:: PROBLEM ::
When a line in the entries below contains the word "length", copy that line.

:: DATASET ENTRIES ::
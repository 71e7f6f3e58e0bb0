package org.ventcase.thermo;

import java.util.ArrayList;
import java.util.HashSet;
import java.util.List;
import java.util.Locale;
import java.util.Set;

import org.ventcase.common.InvalidInputException;

/**
 * Parses a fluid typed as text: a single component ("propane") or mole fractions
 * ("propane:0.7, n-butane:0.3"). A composition whose fractions do not sum to 1 within 1e-6 is
 * refused with its sum, unless normalising was asked for.
 */
public final class Compositions {

    /** Tolerance on the sum of mole fractions. */
    public static final double SUM_TOLERANCE = 1e-6;

    private Compositions() {
    }

    /**
     * A parsed composition.
     *
     * @param components the components in the order given
     * @param fractions  mole fractions, summing to 1 (copied)
     */
    public record Parsed(List<Component> components, double[] fractions) {
        public Parsed {
            components = List.copyOf(components);
            fractions = fractions.clone();
        }

        @Override
        public double[] fractions() {
            return fractions.clone();
        }

        /** Whether this is one component. */
        public boolean isPure() {
            return components.size() == 1;
        }
    }

    /** Parses with the built-in component library. */
    public static Parsed parse(String field, String text, boolean normalize) {
        return parse(field, text, normalize, ComponentLibrary.builtIn());
    }

    /** Parses with a given library. */
    public static Parsed parse(String field, String text, boolean normalize, ComponentLibrary lib) {
        if (text == null || text.isBlank()) {
            throw InvalidInputException.missing(field, "expected a component name or 'name:fraction,...'");
        }
        if (!text.contains(":")) {
            return new Parsed(List.of(lib.get(field, text.trim())), new double[] {1.0});
        }
        List<Component> comps = new ArrayList<>();
        List<Double> fr = new ArrayList<>();
        Set<String> seen = new HashSet<>();
        for (String part : text.split(",")) {
            String p = part.trim();
            int c = p.lastIndexOf(':');
            if (c <= 0 || c == p.length() - 1) {
                throw InvalidInputException.invalid(field, text,
                        "expected 'name:fraction' pairs separated by commas, e.g. 'propane:0.7,n-butane:0.3'");
            }
            Component comp = lib.get(field, p.substring(0, c).trim());
            if (!seen.add(comp.name())) {
                throw InvalidInputException.invalid(field, text, comp.name() + " is listed twice");
            }
            double x;
            try {
                x = Double.parseDouble(p.substring(c + 1).trim());
            } catch (NumberFormatException e) {
                throw InvalidInputException.invalid(field, p, "expected a mole fraction between 0 and 1");
            }
            if (!(x > 0 && x <= 1)) {
                throw InvalidInputException.invalid(field, p, "expected a mole fraction above 0 and at most 1");
            }
            comps.add(comp);
            fr.add(x);
        }
        double sum = 0;
        for (double x : fr) {
            sum += x;
        }
        if (!normalize && !(Math.abs(sum - 1.0) <= SUM_TOLERANCE)) {
            throw InvalidInputException.invalid(field, text, String.format(Locale.ROOT,
                    "mole fractions sum to %.9g, not 1 within %.0e; correct them or ask to normalise", sum,
                    SUM_TOLERANCE));
        }
        double[] x = new double[fr.size()];
        for (int i = 0; i < x.length; i++) {
            x[i] = fr.get(i) / sum;
        }
        return new Parsed(comps, x);
    }
}
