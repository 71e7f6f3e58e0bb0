package org.ventcase.thermo;

import java.util.Map;

/**
 * Built-in fluids whose molecules hydrogen-bond (associate) in the vapour, and acetone, whose vapour
 * is strongly polar: a two-parameter cubic equation of state has no term for either, so its
 * saturated-vapour density comes out low and, through the Clapeyron equation, its latent heat high,
 * whatever the alpha function. The figures are the largest deviations of the default model's cubic
 * alone (its vapour root and its own latent heat, without the anchor) from the reference equations
 * of state in the test resources at Tr 0.65 to 0.9 (ethanol and acetone: saturation-reference-more.csv).
 */
final class AssociatingFluids {

    private static final Map<String, String> BY_CAS = Map.of(
            "67-56-1", "vapour density up to 9 % low and latent heat up to 10 % high (measured)",
            "64-17-5", "vapour density up to 5.3 % low and latent heat up to 1.2 % high (measured)",
            "7664-41-7", "vapour density up to 5 % low and latent heat up to 5 % high (measured)",
            "7732-18-5", "vapour density up to 3 % low and latent heat up to 3.5 % high (measured)",
            "67-64-1", "vapour density up to 5 % low and latent heat up to 7 % high (measured)");

    /** Acetone does not hydrogen-bond with itself; its vapour is strongly polar. */
    private static final String POLAR = "67-64-1";

    private AssociatingFluids() {
    }

    /** The warning for a component under the given model, or "" for a fluid not listed. */
    static String note(Component c, EosVariant variant) {
        String f = BY_CAS.get(c.cas());
        if (f == null) {
            return "";
        }
        String what = POLAR.equals(c.cas()) ? "its strongly polar vapour" : "hydrogen bonding in the vapour";
        if (variant == EosVariant.PRTWU && LatentHeatCorrelation.find(c).isPresent()) {
            return c.name() + ": a cubic equation of state does not describe " + what + ". For the "
                    + "pure fluid at saturation the default model therefore takes the latent heat from a published "
                    + "correlation (" + LatentHeatCorrelation.CITATION + ") and the saturated-vapour density from it "
                    + "by the Clapeyron equation. Elsewhere the vapour is the cubic's: against reference equations "
                    + "the cubic alone gives " + f + " at Tr 0.65-0.9 (docs/accuracy.md). So the Z used for sizing "
                    + "may be as much too high (a larger area), and in a mixture the latent heat as much too high "
                    + "(a fire relief load W = Q/L understated).";
        }
        return c.name() + ": a cubic equation of state does not describe " + what + ": against "
                + "reference equations the default model gives " + f + " at Tr 0.65-0.9 (docs/accuracy.md); a fire "
                + "relief load W = Q/L may be understated by as much: check the latent heat against measured data.";
    }
}
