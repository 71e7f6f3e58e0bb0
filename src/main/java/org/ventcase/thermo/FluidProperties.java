package org.ventcase.thermo;

import java.util.List;

/**
 * Single-phase properties from a cubic equation of state at (T, P, x), with the roots and the
 * reason a root was chosen. SI throughout.
 *
 * @param variant             equation of state used
 * @param temperatureK        K
 * @param pressurePa          Pa absolute
 * @param composition         mole fractions (normalised copy)
 * @param roots               all real roots of the cubic
 * @param z                   the selected root, before any volume translation
 * @param rootChoice          which root was chosen and why (made when read)
 * @param phase               liquid, vapour or supercritical (criterion in {@code phaseCriterion})
 * @param phaseCriterion      the rule that named the phase
 * @param molarVolumeCubic    Z R T / P, m3/mol
 * @param molarVolume         on the density basis used, m3/mol
 * @param densityBasis        the basis actually used
 * @param density             kg/m3 on that basis
 * @param molarMass           kg/kmol
 * @param lnPhi               ln of each component's fugacity coefficient (cubic volume basis)
 * @param residualEnthalpy    H - H^ig, J/mol
 * @param residualEntropy     S - S^ig at the same T and P, J/(mol K)
 * @param residualGibbs       G - G^ig, J/mol
 * @param cpIdeal             ideal-gas Cp, J/(mol K)
 * @param cp                  real-fluid Cp, J/(mol K)
 * @param cv                  real-fluid Cv, J/(mol K)
 * @param kIdeal              ideal-gas Cp/Cv
 * @param kReal               real-fluid Cp/Cv
 * @param isentropicExponent  -(v/P)(Cp/Cv)(dP/dv)_T
 * @param speedOfSound        m/s; NaN only with a warning saying why
 * @param jouleThomson        (dT/dP)_H, K/Pa
 * @param warnings            what the user must know about these numbers
 */
public record FluidProperties(EosVariant variant, double temperatureK, double pressurePa, double[] composition,
                              CubicRoots roots, double z, org.ventcase.common.LazyText rootChoice, PhaseLabel phase, String phaseCriterion,
                              double molarVolumeCubic, double molarVolume, DensityBasis densityBasis, double density,
                              double molarMass, double[] lnPhi, double residualEnthalpy, double residualEntropy,
                              double residualGibbs, double cpIdeal, double cp, double cv, double kIdeal, double kReal,
                              double isentropicExponent, double speedOfSound, double jouleThomson,
                              List<String> warnings) {

    public FluidProperties {
        composition = composition.clone();
        lnPhi = lnPhi.clone();
        warnings = List.copyOf(warnings);
    }

    @Override
    public double[] composition() {
        return composition.clone();
    }

    @Override
    public double[] lnPhi() {
        return lnPhi.clone();
    }

    /** Which root was chosen and why. */
    public String rootReason() {
        return rootChoice.get();
    }

    /** Fugacity coefficient of component i. */
    public double fugacityCoefficient(int i) {
        return Math.exp(lnPhi[i]);
    }
}
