package org.ventcase.thermo;

/**
 * The printable citation of a data row's source. The component table keeps its provenance as
 * written (source keys, and where a value was recalled rather than read, "from memory"); a sheet a
 * reviewer signs prints only what was verified: the source read, or the published table the value
 * was checked against, or says plainly that it is not verified. The keys are explained in the
 * header of components.csv.
 */
public final class Citations {

    private Citations() {
    }

    /** The citation of Tc, Pc, omega and M as printed. */
    public static String constants(Component c) {
        String s = c.criticalSource();
        if (s.startsWith("Poling2001-AppA-SecA (from memory; Tc/Pc/omega/M checked against Perry8-T2-141")) {
            return "checked against Perry's Chemical Engineers' Handbook, 8th ed. (2008), Table 2-141 (DIPPR)";
        }
        if (s.startsWith("Perry8-T2-141")) {
            return "Perry's Chemical Engineers' Handbook, 8th ed. (2008), Table 2-141 (DIPPR)";
        }
        if (s.startsWith("Poling2001-AppA-SecA")) {
            return "not checked against a published table (molar mass from the formula)";
        }
        return s; // a case's own component: the case's own words
    }

    /** The citation of the ideal-gas Cp polynomial as printed. */
    public static String cp(Component c) {
        String s = c.cp().source();
        if (s.startsWith("Poling2001-AppA-SecC")) {
            return "Poling, Prausnitz, O'Connell, The Properties of Gases and Liquids, 5th ed. (2001), App. A Section C";
        }
        if (s.startsWith("Cp/R=5/2")) {
            return "Cp/R = 5/2, exact for a monatomic ideal gas";
        }
        if (s.startsWith("RPP1987-AppA")) {
            return "Reid, Prausnitz, Poling, The Properties of Gases and Liquids, 4th ed. (1987), App. A (coefficients "
                    + "not verified against the book)";
        }
        return s;
    }

    /** The citation of the Rackett compressibility as printed. */
    public static String rackett(Component c) {
        String s = c.rackettSource();
        if (s.startsWith("YamadaGunn1973")) {
            return "Yamada-Gunn correlation Z_RA = 0.29056 - 0.08775 omega (J. Chem. Eng. Data 18 (1973) 234)";
        }
        if (s.startsWith("SpencerDanner1972")) {
            return "Spencer and Danner (1972) Z_RA as tabulated by Reid, Prausnitz and Poling (1987), not verified "
                    + "against the table";
        }
        return s;
    }
}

:: EXERCISE RESPONSE ::
            if (c <= 0 || c == p.length() - 1) {
        for (int i = 0; i < x.length; i++) {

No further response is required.